• Problem:
Among the entries below, one line contains "const cssVariables = (theme: keyof" and another contains "colors: Object.fromEntries(roles.map((role) =>". Transcribe those two lines and every line between them, exactly.

• Record excerpts:
○ ○ ○
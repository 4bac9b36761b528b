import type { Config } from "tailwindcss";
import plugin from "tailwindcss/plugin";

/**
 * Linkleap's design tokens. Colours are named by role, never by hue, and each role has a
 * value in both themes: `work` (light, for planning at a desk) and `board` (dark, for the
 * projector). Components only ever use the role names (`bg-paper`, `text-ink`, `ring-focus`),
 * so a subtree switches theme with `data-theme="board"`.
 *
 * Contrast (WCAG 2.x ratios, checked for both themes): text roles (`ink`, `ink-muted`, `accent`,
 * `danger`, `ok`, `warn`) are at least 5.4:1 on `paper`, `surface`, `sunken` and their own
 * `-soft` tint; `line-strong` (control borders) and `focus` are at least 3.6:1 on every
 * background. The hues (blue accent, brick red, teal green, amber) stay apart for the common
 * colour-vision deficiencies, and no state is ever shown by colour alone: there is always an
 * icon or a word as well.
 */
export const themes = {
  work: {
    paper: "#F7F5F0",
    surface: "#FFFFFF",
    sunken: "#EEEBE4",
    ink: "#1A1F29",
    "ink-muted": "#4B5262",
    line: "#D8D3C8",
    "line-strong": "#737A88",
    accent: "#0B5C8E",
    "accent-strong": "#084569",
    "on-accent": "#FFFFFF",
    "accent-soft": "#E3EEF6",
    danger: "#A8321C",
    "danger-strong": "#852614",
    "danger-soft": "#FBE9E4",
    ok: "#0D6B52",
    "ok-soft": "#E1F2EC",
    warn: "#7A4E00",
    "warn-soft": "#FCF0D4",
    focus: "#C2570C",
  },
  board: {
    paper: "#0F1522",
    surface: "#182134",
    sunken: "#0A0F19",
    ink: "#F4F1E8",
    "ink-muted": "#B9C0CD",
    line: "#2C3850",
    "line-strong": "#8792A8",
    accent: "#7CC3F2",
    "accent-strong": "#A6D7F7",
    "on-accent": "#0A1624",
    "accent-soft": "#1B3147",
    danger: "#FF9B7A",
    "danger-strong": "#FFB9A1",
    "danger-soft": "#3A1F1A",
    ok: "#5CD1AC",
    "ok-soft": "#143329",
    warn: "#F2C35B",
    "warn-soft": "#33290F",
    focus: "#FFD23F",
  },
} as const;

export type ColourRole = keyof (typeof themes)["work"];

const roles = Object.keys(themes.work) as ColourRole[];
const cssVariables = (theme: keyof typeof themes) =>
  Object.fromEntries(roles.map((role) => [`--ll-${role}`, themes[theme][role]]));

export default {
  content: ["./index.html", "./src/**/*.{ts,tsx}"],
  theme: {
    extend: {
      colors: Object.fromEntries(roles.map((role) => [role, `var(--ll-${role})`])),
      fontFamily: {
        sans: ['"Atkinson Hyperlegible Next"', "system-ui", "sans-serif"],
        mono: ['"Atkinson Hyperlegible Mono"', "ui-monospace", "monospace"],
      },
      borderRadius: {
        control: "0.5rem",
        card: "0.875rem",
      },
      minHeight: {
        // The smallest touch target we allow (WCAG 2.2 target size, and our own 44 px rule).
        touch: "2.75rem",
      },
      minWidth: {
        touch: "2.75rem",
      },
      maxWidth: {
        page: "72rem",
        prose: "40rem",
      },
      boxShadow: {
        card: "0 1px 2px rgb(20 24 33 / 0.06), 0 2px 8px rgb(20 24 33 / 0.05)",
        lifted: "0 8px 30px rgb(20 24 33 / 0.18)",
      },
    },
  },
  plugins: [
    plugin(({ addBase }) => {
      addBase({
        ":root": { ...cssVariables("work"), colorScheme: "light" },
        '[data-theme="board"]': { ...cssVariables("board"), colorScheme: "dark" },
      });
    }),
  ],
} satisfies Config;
○ ○ ○
• Expected answer:
const cssVariables = (theme: keyof typeof themes) =>
  Object.fromEntries(roles.map((role) => [`--ll-${role}`, themes[theme][role]]));

export default {
  content: ["./index.html", "./src/**/*.{ts,tsx}"],
  theme: {
    extend: {
      colors: Object.fromEntries(roles.map((role) => [role, `var(--ll-${role})`])),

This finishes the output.